Saeed Anwar (Urdu: سعید انور; born 6 September 1968, Karachi) is a former Pakistani cricketer. An opening batsman and occasional slow left arm orthodox bowler, Anwar played international cricket between 1989 and 2003.He played 55 Test matches, scoring 4052 runs with eleven centuries, average 45.52. In 247 One Day Internationals (ODIs) he made 8824 runs at an average of 39.21. He made twenty centuries in ODIs, more than any other Pakistani batsmen in this format.
Anwar got a pair at his Test debut against the West Indies in 1990, and scored 169 runs in his third Test against New Zealand in February 1994. In 1998–99, he became the third Pakistani to carry his bat through a Test innings, and scored his highest Test score of 188 not out. He made four ODI centuries at Sharjah Cricket Association Stadium, including three consecutive during 1993–94. Anwar scored two successive hundreds on three different occasions in his career. He is most notable for scoring 194 runs against India in Chennai in 1997, the highest score for that time, and now the joint Seventh highest individual score in an ODI. Anwar participated in three Cricket World Cups, and captained Pakistan in seven Tests and 11 ODIs. In August 2003, he announced his retirement from International cricket.
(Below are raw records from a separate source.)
//! Typed errors of the engine. Every input error names the file, and where it has one the line
//! and the field, so the CLI can print `error: tables/P03.csv line 10, column sigma_s: ...`.

use std::path::{Path, PathBuf};

/// Everything that can go wrong in the engine.
#[derive(Debug, thiserror::Error)]
pub enum Error {
    /// A file could not be read or written.
    #[error("{}: {source}", path.display())]
    Io {
        path: PathBuf,
        #[source]
        source: std::io::Error,
    },
    /// A value in an input file is malformed or out of range.
    #[error("{}{}{}: {message}", path.display(), line.map(|l| format!(" line {l}")).unwrap_or_default(), field.as_ref().map(|f| format!(", field {f}")).unwrap_or_default())]
    Input {
        path: PathBuf,
        line: Option<usize>,
        field: Option<String>,
        message: String,
    },
    /// A covariance-like matrix that must be positive definite is not.
    #[error("{what} is not positive definite (Cholesky failed at pivot {pivot}); check the noise model and the timing-model columns for degeneracies")]
    NotPositiveDefinite { what: String, pivot: usize },
    /// A setting passed by the caller is invalid.
    #[error("invalid setting {name}: {message}")]
    Setting { name: String, message: String },
    /// A computation produced a non-finite number.
    #[error("non-finite value in {what}")]
    NonFinite { what: String },
}

/// Longest message of an input error, in characters.
pub const MAX_MESSAGE_CHARS: usize = 600;

/// Result type of the engine.
pub type Result<T> = std::result::Result<T, Error>;

impl Error {
    /// An input error at a file, optionally a line and a field.
    pub fn input(
        path: &Path,
        line: Option<usize>,
        field: Option<&str>,
        message: impl Into<String>,
    ) -> Self {
        // A safety net under the quoting rule (at most ~80 characters of offending text
        // per message, output.rs `quote`): no message grows without bound.
        Error::Input {
            path: path.to_path_buf(),
            line,
            field: field.map(|f| crate::output::truncate(f, 120)),
            message: crate::output::truncate(&message.into(), MAX_MESSAGE_CHARS),
        }
    }

    /// An I/O error at a path.
    pub fn io(path: &Path, source: std::io::Error) -> Self {
        Error::Io {
            path: path.to_path_buf(),
            source,
        }
    }

    /// An invalid caller setting.
    pub fn setting(name: &str, message: impl Into<String>) -> Self {
        Error::Setting {
            name: name.to_string(),
            message: crate::output::truncate(&message.into(), MAX_MESSAGE_CHARS),
        }
    }
}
Saeed Anwar was born on 6 September 1968 in Karachi. In 1973, he shifted with his family to Canada and came back to Karachi in 1977. Anwar went to high school at Government Degree Science College, Malir Cantt and went to university at NED University of Engineering and Technology, Karachi. He graduated from NED in 1989 majoring in Computer System Engineering. He was planning to go to the United States for his Master's studies before becoming a professional Test cricketer. His father, a businessman by profession, played cricket at club level whereas his brother, Jawed Anwar, represented Lahore Under-19 cricket team.
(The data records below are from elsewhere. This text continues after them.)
/// The variance polynomial of A2_hat for analysis matrices `z` (the weighted Z~_a of the
/// analysis, i.e. with D_c already inside P_a), pattern matrix `g` (N x N with unit diagonal:
/// the injected pattern, also used as the OS weights) and the common auto-power `dc` = D_c
/// (length 2K) in the analysis covariance.
pub fn variance_polynomial(
    z: &[Array2<f64>],
    g: &Array2<f64>,
    dc: &[f64],
) -> Result<VariancePolynomial> {
    let m = check_inputs(z, g, dc)?;
    let n = z.len();
    let mut gp = g.clone();
    for a in 0..n {
        gp[[a, a]] = 0.0;
    }
    let mut norm = 0.0;
    for a in 0..n {
        for b in a + 1..n {
            norm += g[[a, b]] * g[[a, b]] * frobenius(&z[a], &z[b]);
        }
    }
    if !(norm.is_finite() && norm > 0.0) {
        return Err(Error::NonFinite {
            what: "the OS normalisation sum G_ab^2 tr(Z~_a Z~_b) (is the pattern zero for every pair?)"
                .into(),
        });
    }
    let bl = noise_blocks(z, dc);

    // v0 = (1/2) sum_ab G'_ab^2 <B_a, B_b>.
    let mut v0 = 0.0;
    for a in 0..n {
        for b in a + 1..n {
            v0 += gp[[a, b]] * gp[[a, b]] * frobenius(&bl[a], &bl[b]);
        }
    }

    // v2 and v1 one pair of components (i, j) at a time, as in per_frequency.rs: with
    // V_ij[c, b] = C1[(c, i), (b, j)] (the signal slice of JointBlocks at a2 = 1), block (i, j)
    // of Y1 is G' V_ij, and C1 symmetric gives V_ji = V_ij^T, so
    //   tr(Y1 Y1) = sum_ij <G' V_ij, V_ij G'>,
    //   tr(Y0 Y1) = sum_ij sum_ab G'_ab B_b[i, j] (V_ij G')[a, b]   (C0 = blockdiag B),
    // the terms of (i, j) and (j, i) equal (B symmetric, G' symmetric). Two N x N products per
    // pair i <= j (the N^3 (2K)^2 operations of the one product (G' (x) I) C1), on
    // cache-resident matrices: nothing of size (N 2K)^2 is formed (two such matrices were 9.2 GB
    // at 200 pulsars x 60 frequencies). The pairs run in one parallel loop and their terms are
    // added in pair order, so the result does not depend on the thread count.
    let blocks = JointBlocks::new(z, g, dc, 1.0)?;
    let term = |(i, j): (usize, usize)| -> (f64, f64) {
        let v = blocks.signal_slice(i, j);
        let left = gp.dot(&v);
        let right = v.dot(&gp);
        let mut t1 = 0.0;
        for a in 0..n {
            for b in 0..n {
                t1 += gp[[a, b]] * blocks.noise_entry(b, i, j) * right[[a, b]];
            }
        }
        let w = if i == j { 1.0 } else { 2.0 };
        (w * frobenius(&left, &right), w * t1)
    };
    use rayon::prelude::*;
    let tasks: Vec<(usize, usize)> = (0..m).flat_map(|i| (i..m).map(move |j| (i, j))).collect();
    let terms: Vec<(f64, f64)> = tasks.par_iter().map(|&t| term(t)).collect();
    let (mut v1, mut v2) = (0.0, 0.0);
    for (t2, t1) in terms {
        v2 += t2;
        v1 += t1;
    }
    v2 *= 0.5;
    let out = VariancePolynomial { v0, v1, v2, norm };
    if [v0, v1, v2].iter().any(|v| !v.is_finite()) {
        return Err(Error::NonFinite {
            what: "the pair covariance with signal".into(),
        });
    }
    Ok(out)
}

/// The full joint covariance C~ = C0 + a2 C1 of the stacked weighted data (N 2K square), for
/// checks and small arrays.
pub fn joint_covariance(
    z: &[Array2<f64>],
    g: &Array2<f64>,
    dc: &[f64],
    a2: f64,
) -> Result<Array2<f64>> {
    let m = check_inputs(z, g, dc)?;
    let n = z.len();
    let bl = noise_blocks(z, dc);
    let nm = n * m;
    let mut c = crate::linalg::zeros_large(nm, nm);
    if nm == 0 {
        return Ok(c);
    }
    // Block rows in parallel (each block is the same product as a serial loop would compute,
    // so the bytes do not depend on the thread count).
    use rayon::prelude::*;
    c.as_slice_mut()
        .expect("standard layout")
        .par_chunks_mut(m * nm)
        .enumerate()
        .for_each(|(a, rows)| {
            let mut rows =
                ndarray::ArrayViewMut2::from_shape((m, nm), rows).expect("one block row of C");
            for b in 0..n {
                let mut blk = z[a].dot(&z[b]) * (a2 * g[[a, b]]);
                if a == b {
                    blk += &bl[a];
                }
                rows.slice_mut(s![.., b * m..(b + 1) * m]).assign(&blk);
            }
        });
    Ok(c)
}

/// The joint covariance C~ = C0 + a2 C1 of [`joint_covariance`] served one component pair at a
/// time, without forming its (N 2K)^2 entries: for components r, s (0..2K) the N x N matrix
///
///   S_rs[b, c] = C~[(b, r), (c, s)] = a2 G_bc (Z~_b Z~_c)[r, s] + delta_bc B_b[r, s],
///
/// (B_b the noise block of C0) is one N x 2K by 2K x N product of the stacked rows r of every
/// Z~_b with the stacked columns s of every Z~_c, scaled by a2 G and with B on the diagonal.
/// Every slice together costs the same operations as the full matrix (N^2 (2K)^3 multiply-adds),
/// but each is a cache-resident product and the callers, which need the slices anyway, no longer
/// gather them with strided reads from a matrix of 63 MB at 100 pulsars x 14 frequencies.
pub struct JointBlocks {
    n: usize,
    m: usize,
    /// rows[r]: N x 2K, row b = row r of Z~_b.
    rows: Vec<Array2<f64>>,
    /// cols[s]: N x 2K, row c = column s of Z~_c.
    cols: Vec<Array2<f64>>,
    /// a2 G (N x N).
    scaled_pattern: Array2<f64>,
    /// B_b = Z~_b - Z~_b D_c Z~_b.
    noise: Vec<Array2<f64>>,
}

impl JointBlocks {
    /// The slices of C~ for weighted matrices `z`, pattern `g` (N x N, unit diagonal), common
    /// auto-power `dc` (length 2K) and signal amplitude squared `a2`.
    pub fn new(z: &[Array2<f64>], g: &Array2<f64>, dc: &[f64], a2: f64) -> Result<Self> {
        let m = check_inputs(z, g, dc)?;
        let n = z.len();
        let rows = (0..m)
            .map(|r| Array2::from_shape_fn((n, m), |(b, k)| z[b][[r, k]]))
            .collect();
        let cols = (0..m)
            .map(|s| Array2::from_shape_fn((n, m), |(c, k)| z[c][[k, s]]))
            .collect();
        Ok(JointBlocks {
            n,
            m,
            rows,
            cols,
            scaled_pattern: g * a2,
            noise: noise_blocks(z, dc),
        })
    }

    /// Number of pulsars N.
    pub fn pulsars(&self) -> usize {
        self.n
    }

    /// Components per pulsar, 2K.
    pub fn components(&self) -> usize {
        self.m
    }

    /// S_rs (N x N, see the type's documentation).
    pub fn slice(&self, r: usize, s: usize) -> Array2<f64> {
        let mut out = self.signal_slice(r, s);
        for b in 0..self.n {
            out[[b, b]] += self.noise[b][[r, s]];
        }
        out
    }

    /// The signal part of S_rs alone: a2 G_bc (Z~_b Z~_c)[r, s] (the slice of a2 C1).
    pub fn signal_slice(&self, r: usize, s: usize) -> Array2<f64> {
        let mut out = self.rows[r].dot(&self.cols[s].t());
        out *= &self.scaled_pattern;
        out
    }

    /// B_b[r, s], the noise part of S_rs (its diagonal).
    pub fn noise_entry(&self, b: usize, r: usize, s: usize) -> f64 {
        self.noise[b][[r, s]]
    }
}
Anwar married his cousin, Lubna, a doctor by profession, in March 1996. He faced a personal tragedy in 2001 when his daughter, Bismah, died after a prolonged illness. As a result, he turned religious and starting preaching Islam across Pakistan with the Tablighi Jamaat. He made his return to cricket after a long hiatus and was one of the most consistent Pakistani batsmen in the 2003 World Cup. However upon his return, he lost his previous touch and could not perform as he did before. He was criticized for the loss of form which led to his retirement from cricket soon. "I retired because I felt unwanted", he said. During his career, he was an elegant batsman and played particularly well on the off side, his trademark flick being a sure shot feature in almost all of his innings. He led the funeral prayers for his former team mate Wasim Akram's spouse, Huma Akram, in Lahore. He is also believed to be instrumental in Yousuf Youhana's (Muslim Name: Mohammad Yousaf) conversion to Islam in 2005. Youhana was the only Christian in the Pakistan cricket team till then and was said to be influenced by Anwar and the Tablighi Jamaat.